◆ **Dataset entries**
__________________________________________________

"""`qamsmith explore` on one machine: --jobs 1 against the embedded Dask LocalCluster, then a cached re-run
(a script, not collected by pytest).

    python tests/benchmarks/bench_explore.py                 # 24 candidates of a 64-QAM design on iCE40
    python tests/benchmarks/bench_explore.py --workers 4     # the local cluster's size (default: one per core)

The sweep: a 64-QAM gray design (maxlog, input fraction 4, iCE40 with nextpnr for Fmax) over
demapper.llr_width 4, 5, 6, 8 x demapper.algorithm maxlog, folded x demapper.input_width 9, 10, 12
(24 candidates, default Monte-Carlo size and seed). Three runs of the real command, each a fresh
process, timed by wall clock: (1) --jobs 1 with an empty cache, (2) the local cluster with another
empty cache, (3) run 2 again (everything cached). The first two must write the same explore.json.
The machine may be shared: the load average before and after each run is printed beside it, the
CPU seconds the run's own processes used (so "cores busy" below 1 for --jobs 1, or below the worker
count for the cluster, means other work took the cores), and before and after the runs the parallel
capacity the machine offers: how much faster N copies of a fixed CPU-bound job finish together than
one after another (N on an idle machine with N cores).
"""

from __future__ import annotations

import argparse
import os
import resource
import subprocess
import sys
import tempfile
import time
from pathlib import Path

SPEC = """name = "bench-qam64"

[constellation]
order = 64
labeling = "gray"

[demapper]
algorithm = "maxlog"
input_width = 10
input_fraction = 4
llr_width = 6
llr_fraction = 2

[interface]
family = "ice40"
"""
AXES = ["--axis", "demapper.llr_width=4,5,6,8", "--axis", "demapper.algorithm=maxlog,folded",
        "--axis", "demapper.input_width=9,10,12"]


def _load() -> str:
    one, five, _ = os.getloadavg()
    return f"load {one:.2f} (1 min), {five:.2f} (5 min)"


#: a fixed CPU-bound job (pure Python, a few seconds) for the machine's parallel capacity
_PROBE = [sys.executable, "-c", "s = 0\nfor i in range(30_000_000):\n    s += i * i\n"]


def capacity(n: int) -> float:
    """How much faster n copies of a fixed CPU-bound job finish run at once than one after another (n: ideal)."""
    start = time.monotonic()
    subprocess.run(_PROBE, check=True)
    alone = time.monotonic() - start
    start = time.monotonic()
    procs = [subprocess.Popen(_PROBE) for _ in range(n)]
    for proc in procs:
        proc.wait()
    return n * alone / (time.monotonic() - start)


def _cpu() -> float:
    """CPU seconds (user + system) of the finished child processes and everything they waited for: the command,
    its Dask workers, their Yosys and nextpnr runs."""
    ru = resource.getrusage(resource.RUSAGE_CHILDREN)
    return ru.ru_utime + ru.ru_stime


def _run(label: str, argv: list[str]) -> float:
    before, cpu0 = _load(), _cpu()
    start = time.monotonic()
    res = subprocess.run([sys.executable, "-m", "qamsmith", *argv], capture_output=True, text=True)
    took = time.monotonic() - start
    cpu = _cpu() - cpu0
    if res.returncode != 0:
        sys.exit(f"{label} failed ({res.returncode}):\n{res.stderr}")
    summary = [ln for ln in res.stdout.splitlines() if ln.startswith("qamsmith: ") and "candidates" in ln]
    print(f"{label:<24} wall {took:7.1f} s, CPU {cpu:7.1f} s ({cpu / took:.2f} cores busy on average)   "
          f"[{before}; after: {_load()}]")
    print(f"{'':<24} {summary[0] if summary else ''}")
    return took


def main() -> int:
    ap = argparse.ArgumentParser(description=__doc__.split("\n")[0])
    ap.add_argument("--workers", type=int, default=None, help="local cluster workers (default: one per core)")
    args = ap.parse_args()
    cores = len(os.sched_getaffinity(0)) if hasattr(os, "sched_getaffinity") else os.cpu_count()
    print(f"bench_explore: 24 candidates, 64-QAM on iCE40 (Yosys + nextpnr-ice40), {cores} cores, "
          f"local cluster of {args.workers or cores} workers")
    workers = args.workers or cores
    before = capacity(workers)
    print(f"parallel capacity before: {workers} copies of a fixed CPU-bound job run {before:.2f}x faster together "
          f"than one after another ({workers:.2f}x on an idle machine)")
    with tempfile.TemporaryDirectory(prefix="qamsmith-bench-explore-") as tmp:
        root = Path(tmp)
        spec = root / "bench-qam64.toml"
        spec.write_text(SPEC)
        common = ["explore", str(spec), *AXES, "--quiet"]
        serial = _run("--jobs 1", [*common, "--jobs", "1", "--out", str(root / "serial"),
                                   "--cache", str(root / "cache-serial")])
        cluster_args = [*common, "--out", str(root / "cluster"), "--cache", str(root / "cache-cluster")]
        if args.workers:
            cluster_args += ["--jobs", str(args.workers)]
        cluster = _run("local cluster", cluster_args)
        cached = _run("local cluster, cached", cluster_args)
        same = ((root / "serial/bench-qam64/report/explore.json").read_bytes()
                == (root / "cluster/bench-qam64/report/explore.json").read_bytes())
    after = capacity(workers)
    print(f"parallel capacity after: {after:.2f}x")
    print(f"speed-up of the local cluster over --jobs 1: {serial / cluster:.2f}x (target >= 1.8x on 2 cores; the "
          f"machine offered {before:.2f}x before and {after:.2f}x after)")
    print(f"cached re-run: {cached:.2f} s = {100 * cached / cluster:.1f} % of the local cluster's first run, "
          f"{100 * cached / serial:.1f} % of the --jobs 1 run (target < 5 %)")
    print(f"explore.json of --jobs 1 and of the local cluster identical: {same}")
    return 0 if same else 1


if __name__ == "__main__":
    sys.exit(main())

__________________________________________________

◆ **YOUR INSTRUCTIONS**
Search the lines above for the string "common" and copy each line that has it.

◆ **YOUR RESPONSE**
        common = ["explore", str(spec), *AXES, "--quiet"]
        serial = _run("--jobs 1", [*common, "--jobs", "1", "--out", str(root / "serial"),
        cluster_args = [*common, "--out", str(root / "cluster"), "--cache", str(root / "cache-cluster")]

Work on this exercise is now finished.